Considérant ce qui suit

: 1. Aux termes des dispositions de l'article L. 521-1 du code de justice administrative : « Quand une décision administrative, même de rejet, fait l'objet d'une requête en annulation ou en réformation, le juge des référés, saisi d'une demande en ce sens, peut ordonner la suspension de l'exécution de cette décision, ou de certains de ses effets, lorsque l'urgence le justifie et qu'il est fait état d'un moyen propre à créer, en l'état de l'instruction, un doute sérieux quant à la légalité de la décision (...) ». 2. M. A... B..., adjoint technique principal de 2ème classe, en poste au sein de la commune de Montauban, a fait l'objet, le 29 juillet 2026, d'un arrêté portant radiation des cadres pour abandon de poste à compter du 16 juillet 2026. Par la présente instance, M. B... sollicite du juge des référés, saisi sur le fondement des dispositions de l'article L. 521-1 du code de justice administrative, de suspendre l'exécution de cet arrêté. 3. En l'état de l'instruction, aucun des moyens invoqués par le requérant pour demander la suspension de l'exécution de l'arrêté contesté n'est de nature à faire naître un doute sérieux quant à la légalité de cet acte.

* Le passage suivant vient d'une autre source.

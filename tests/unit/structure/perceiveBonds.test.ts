import { describe, expect, it } from 'vitest';
import { perceiveBonds } from '../../../core/structure/perceiveBonds.ts';
import { readXyz } from '../../../core/structure/readXyz.ts';

// Benzene as a regular hexagon, C–C 1.39 Å and C–H 1.09 Å (experimental bond lengths of
// benzene, from memory; any values near these give the same bonds).
function benzeneXyz(): string {
  const lines = ['12', 'benzene'];
  for (let i = 0; i < 6; i++) {
    const t = (i * Math.PI) / 3;
    lines.push(`C ${(1.39 * Math.cos(t)).toFixed(4)} ${(1.39 * Math.sin(t)).toFixed(4)} 0`);
    lines.push(`H ${(2.48 * Math.cos(t)).toFixed(4)} ${(2.48 * Math.sin(t)).toFixed(4)} 0`);
  }
  return lines.join('\n');
}

describe('readXyz', () => {
  it('reads the counted form and bare atom lines, atomic numbers as symbols', () => {
    expect(readXyz('3\nwater\nO 0 0 0.12\nH 0 0.76 -0.47\nH 0 -0.76 -0.47\n')).toMatchObject({ ok: true, atoms: [{ element: 'O' }, { element: 'H' }, { element: 'H' }] });
    expect(readXyz('8 0 0 0\n1 0 0.76 -0.47')).toMatchObject({ ok: true, atoms: [{ element: 'O' }, { element: 'H' }] });
  });
  it('names the line of a bad atom and a count that does not match', () => {
    expect(readXyz('2\nx\nO 0 0 0\nXx 1 0 0')).toEqual({ ok: false, message: 'XYZ line 4: "Xx" is not an element symbol' });
    expect(readXyz('3\nx\nO 0 0 0\nH 1 0 0')).toEqual({ ok: false, message: 'XYZ: the first line says 3 atoms, 2 found' });
    expect(readXyz('O 0 zero 0')).toMatchObject({ ok: false, message: /line 1: expected a symbol and three coordinates/ });
  });
});

describe('perceiveBonds', () => {
  it('finds the 12 bonds of benzene and one Kekulé structure (three double bonds, alternating)', () => {
    const read = readXyz(benzeneXyz());
    if (!read.ok) throw new Error(read.message);
    const bonds = perceiveBonds(read.atoms);
    expect(bonds).toHaveLength(12);
    const ring = bonds.filter((b) => read.atoms[b.from]!.element === 'C' && read.atoms[b.to]!.element === 'C');
    expect(ring.filter((b) => b.order === 2)).toHaveLength(3);
    const doubleAt = new Map<number, number>();
    for (const b of ring) if (b.order === 2) for (const a of [b.from, b.to]) doubleAt.set(a, (doubleAt.get(a) ?? 0) + 1);
    expect([...doubleAt.values()]).toEqual([1, 1, 1, 1, 1, 1]);
  });
  it('gives a triple bond to HCN and a zero-order bond to a metal', () => {
    const hcn = readXyz('H 0 0 -1.066\nC 0 0 0\nN 0 0 1.156');
    if (!hcn.ok) throw new Error(hcn.message);
    expect(perceiveBonds(hcn.atoms).map((b) => b.order)).toEqual([1, 3]);
    const pdcl = readXyz('Pd 0 0 0\nCl 2.3 0 0');
    if (!pdcl.ok) throw new Error(pdcl.message);
    expect(perceiveBonds(pdcl.atoms)).toEqual([{ from: 0, to: 1, order: 0 }]);
  });
});
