import { zodResolver } from '@hookform/resolvers/zod';
import { useEffect, useMemo } from 'react';
import { useForm, useWatch } from 'react-hook-form';
import type { Part } from '../../../../shared/schemas/parts';
import { useCreatePart } from '../api/create-part';
import { useUpdatePart } from '../api/update-part';
import {
  blankPart,
  nextBlank,
  partFormSchema,
  toInput,
  valuesOf,
  type PartDraft,
  type PartFormOutput,
  type PartFormValues,
} from '../lib/part-form-values';
import { isCapacitor, previewWarnings } from '../lib/part-preview';
import { useCurrency } from './use-currency';

/**
 * The part form's state: the shared schema checks it, the bench library previews the warnings as it is typed, and
 * a save adds the line or (with `part`) changes it. The server's message shows if it refuses.
 */
export function usePartForm({
  restorationId,
  part,
  onDone,
}: {
  restorationId: number;
  part?: Part;
  onDone?: () => void;
}) {
  const [currency] = useCurrency();
  const schema = useMemo(() => partFormSchema(currency), [currency]);
  const form = useForm<PartFormValues, unknown, PartFormOutput>({
    resolver: zodResolver(schema),
    defaultValues: part ? valuesOf(part, currency) : blankPart,
  });
  // A line opened for a change takes the focus, which also brings the form into view.
  useEffect(() => {
    if (part) form.setFocus('componentRef');
  }, [part, form]);
  const draft = { ...blankPart, ...useWatch({ control: form.control }) } as PartDraft;
  const warnings = previewWarnings(draft);
  const goesIn = draft.action === 'replaced' || draft.action === 'restuffed';
  const create = useCreatePart(restorationId);
  const update = useUpdatePart(restorationId);
  const saving = part ? update : create;

  const onSubmit = form.handleSubmit((values) => {
    const input = toInput(values, currency);
    if (part) {
      update.mutate({ id: part.id, patch: input }, { onSuccess: () => onDone?.() });
      return;
    }
    create.mutate(input, {
      onSuccess: () => {
        form.reset(nextBlank(draft));
        form.setFocus('componentRef');
        onDone?.();
      },
    });
  });

  return {
    form,
    currency,
    warnings,
    /** Whether both sides carry something to compare, so "no warnings" means something. */
    compared:
      goesIn &&
      Boolean((draft.originalPart || draft.originalRating) && (draft.replacementPart || draft.replacementRating)),
    capacitor: goesIn && isCapacitor(draft),
    onSubmit,
    saving: saving.isPending,
    saved: !part && create.isSuccess && !form.formState.isDirty,
    serverMessage: saving.error?.message,
  };
}
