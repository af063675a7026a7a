import { useMeta } from '../../../lib/queries/get-meta';
import type { Currency } from '../lib/money';

const FALLBACK: Currency = 'GBP';

/**
 * The currency costs are shown and typed in: the workshop's, from its settings (no per-browser choice). GBP while
 * it loads or when it cannot be read.
 */
export function useCurrency(): [Currency] {
  const meta = useMeta();
  return [meta.data?.currency ?? FALLBACK];
}
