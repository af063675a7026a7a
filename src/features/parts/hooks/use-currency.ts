import { useCallback, useSyncExternalStore } from 'react';
import { isCurrency, type Currency } from '../lib/money';

const KEY = 'gridleak.parts.currency';
const FALLBACK: Currency = 'GBP';
const listeners = new Set<() => void>();
/** The last choice made on this page, for when storage refuses to keep it. */
let chosen: Currency | undefined;

function read(): Currency {
  try {
    const stored = localStorage.getItem(KEY);
    return isCurrency(stored) ? stored : (chosen ?? FALLBACK);
  } catch {
    // Storage can be refused (private windows, strict settings): the choice then lasts as long as the page.
    return chosen ?? FALLBACK;
  }
}

function subscribe(listener: () => void) {
  listeners.add(listener);
  const onStorage = (e: StorageEvent) => e.key === KEY && listener();
  window.addEventListener('storage', onStorage);
  return () => {
    listeners.delete(listener);
    window.removeEventListener('storage', onStorage);
  };
}

/**
 * The currency costs are shown in: a per-browser setting kept in localStorage, GBP until chosen. Every user of the
 * hook follows a change at once, other tabs too.
 */
export function useCurrency(): [Currency, (next: Currency) => void] {
  const currency = useSyncExternalStore(subscribe, read, () => FALLBACK);
  const setCurrency = useCallback((next: Currency) => {
    chosen = next;
    try {
      localStorage.setItem(KEY, next);
    } catch {
      // Not kept across visits; `chosen` carries it for now.
    }
    for (const listener of listeners) listener();
  }, []);
  return [currency, setCurrency];
}
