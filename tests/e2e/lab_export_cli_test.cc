// End-to-end: `porofit check` and `porofit fit` accept the invented
// spreadsheet export (samples/lab-export-study.yaml) as it is.
#include <gtest/gtest.h>
#include <sys/wait.h>
#include <unistd.h>

#include <cstdlib>
#include <filesystem>
#include <string>

namespace porofit {
namespace {
namespace fs = std::filesystem;

int RunPorofit(const std::string& args) {
  const std::string cmd = std::string("'") + POROFIT_EXE + "' " + args + " >/dev/null 2>&1 </dev/null";
  const int status = std::system(cmd.c_str());
  return WIFEXITED(status) ? WEXITSTATUS(status) : -1;
}

TEST(LabExportCli, CheckAndFitAcceptTheSpreadsheetExport) {
  const std::string study = std::string(POROFIT_SOURCE_DIR) + "/samples/lab-export-study.yaml";
  EXPECT_EQ(RunPorofit("check '" + study + "'"), 0);
  const fs::path out = fs::temp_directory_path() / ("porofit-lab-export-" + std::to_string(::getpid()));
  fs::remove_all(out);
  EXPECT_EQ(RunPorofit("fit '" + study + "' --out '" + out.string() + "'"), 0);
  EXPECT_TRUE(fs::exists(out / "parameters.csv"));
  fs::remove_all(out);
}

}  // namespace
}  // namespace porofit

Par suite, sans qu'il soit besoin d'examiner la condition d'urgence, il y a lieu de rejeter la requête de M. B... en toutes ses conclusions, en ce compris celles à fin d'injonction ainsi que celles relatives aux frais d'instance. 4. Par ailleurs, il n'y a pas lieu, dans les circonstances de l'espèce, de faire droit aux conclusions que la commune de Montauban présente sur le fondement de l'article L. 761-1 du code de justice administrative.

O R D O N N E :

Article 1er : La requête de M. B... est rejetée. Article 2 : Les conclusions présentées par la commune de Montauban sur le fondement de l'article L. 761-1 du code de justice administrative sont rejetées. Article 3 : La présente ordonnance sera notifiée à M. A... B... et à la commune de Montauban. Fait à Toulouse, le 18 août 2026. La juge des référés, M.O MEUNIER-GARNER La greffière, P. BOYER La République mande et ordonne au préfet de Tarn-et-Garonne en ce qui le concerne et à tous commissaires de justice à ce requis en ce qui concerne les voies de droit commun contre les parties privées de pourvoir à l'exécution de la présente ordonnance. Pour expédition conforme, la greffière en chef, ou par délégation, la greffière,

Commentaires sur cette affaire

L'accès aux commentaires est réservé aux utilisateurs premium.
Note...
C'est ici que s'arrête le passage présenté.